* [Task description]: Could you copy every line of the data that contains the word "return"?

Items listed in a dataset
.....

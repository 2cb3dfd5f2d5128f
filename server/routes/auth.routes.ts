import { Router, type Response } from 'express';
import { ipKeyGenerator, rateLimit } from 'express-rate-limit';
import {
  loginSchema,
  logoutSchema,
  type LoginInput,
  type LoginResponse,
  type LogoutInput,
} from '@shared/schemas/auth.schema';
import { HttpError } from '../errors';
import { principalOf } from '../middleware/auth.middleware';
import { validate } from '../middleware/validate.middleware';
import type { SignedIn } from '../services/auth.service';
import type { RouteContext } from './context';

export const REFRESH_COOKIE = 'stanceline_refresh';
const COOKIE_PATH = '/api/auth';

export function setRefreshCookie(res: Response, signedIn: SignedIn, secure: boolean): LoginResponse {
  res.cookie(REFRESH_COOKIE, signedIn.refreshToken, {
    httpOnly: true,
    sameSite: 'lax',
    secure,
    path: COOKIE_PATH,
    expires: signedIn.refreshExpiresAt,
  });
  return { accessToken: signedIn.accessToken, user: signedIn.user };
}

export function authRoutes(ctx: RouteContext): Router {
  const router = Router();
  const { guard } = ctx;
  const loginLimiter = rateLimit({
    windowMs: 15 * 60_000,
    limit: ctx.config.loginRateLimit,
    standardHeaders: 'draft-8',
    legacyHeaders: false,
    // Per address and e-mail, so one locked-out member does not lock out a shared club network.
    keyGenerator: (req) =>
      `${ipKeyGenerator(req.ip ?? 'unknown')}|${typeof req.body?.email === 'string' ? req.body.email.toLowerCase() : ''}`,
    handler: (_req, _res, next) =>
      next(
        new HttpError(429, 'too_many_attempts', 'Too many sign-in attempts; wait 15 minutes and try again'),
      ),
  });

  router.post('/api/auth/login', loginLimiter, validate({ body: loginSchema }), async (req, res) => {
    const signedIn = await ctx.auth.login(req.body as LoginInput);
    res.json(setRefreshCookie(res, signedIn, ctx.config.cookieSecure));
  });

  router.post('/api/auth/refresh', async (req, res) => {
    const token = (req.cookies as Record<string, string | undefined>)[REFRESH_COOKIE];
    try {
      const signedIn = await ctx.auth.refresh(token);
      res.json(setRefreshCookie(res, signedIn, ctx.config.cookieSecure));
    } catch (error) {
      res.clearCookie(REFRESH_COOKIE, { path: COOKIE_PATH });
      throw error;
    }
  });

  // No bearer needed: an expired access token must not stop a member from signing out.
  router.post('/api/auth/logout', validate({ body: logoutSchema }), async (req, res) => {
    const { everywhere } = req.body as LogoutInput;
    await ctx.auth.logout((req.cookies as Record<string, string | undefined>)[REFRESH_COOKIE], everywhere);
    res.clearCookie(REFRESH_COOKIE, { path: COOKIE_PATH });
    res.status(204).end();
  });

  router.get('/api/me', guard.authenticate, guard.authorize('me:read'), async (req, res) => {
    res.json(await ctx.auth.me(principalOf(req)));
  });

  return router;
}
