import fs from 'node:fs';
import path from 'node:path';
import express, { Router } from 'express';

/**
 * The built client (dist/) with an SPA fallback, pose models under /models and the TF.js wasm
 * binaries under /wasm, all from the app's own origin.
 */
export function staticRoutes(projectRoot: string): Router {
  const router = Router();
  const dist = path.join(projectRoot, 'dist');
  const models = path.join(projectRoot, 'models');
  const wasm = path.join(projectRoot, 'node_modules', '@tensorflow', 'tfjs-backend-wasm', 'dist');

  router.use('/models', express.static(models, { fallthrough: false, maxAge: '1d' }));
  router.use('/wasm', express.static(wasm, { fallthrough: false, maxAge: '1d' }));
  router.use(express.static(dist, { index: false, maxAge: '1h' }));

  router.get(/^(?!\/(api|dev|models|wasm)(\/|$)).*/, (req, res) => {
    const index = path.join(dist, 'index.html');
    if (!fs.existsSync(index)) {
      res
        .status(503)
        .type('text/plain')
        .send('The client is not built yet. Run "npm run build" (or "npm start", which builds first).\n');
      return;
    }
    res.setHeader('Cache-Control', 'no-cache');
    res.sendFile(index);
  });
  return router;
}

.....

* [Response]:
  return { accessToken: signedIn.accessToken, user: signedIn.user };
  return router;
      return;
  return router;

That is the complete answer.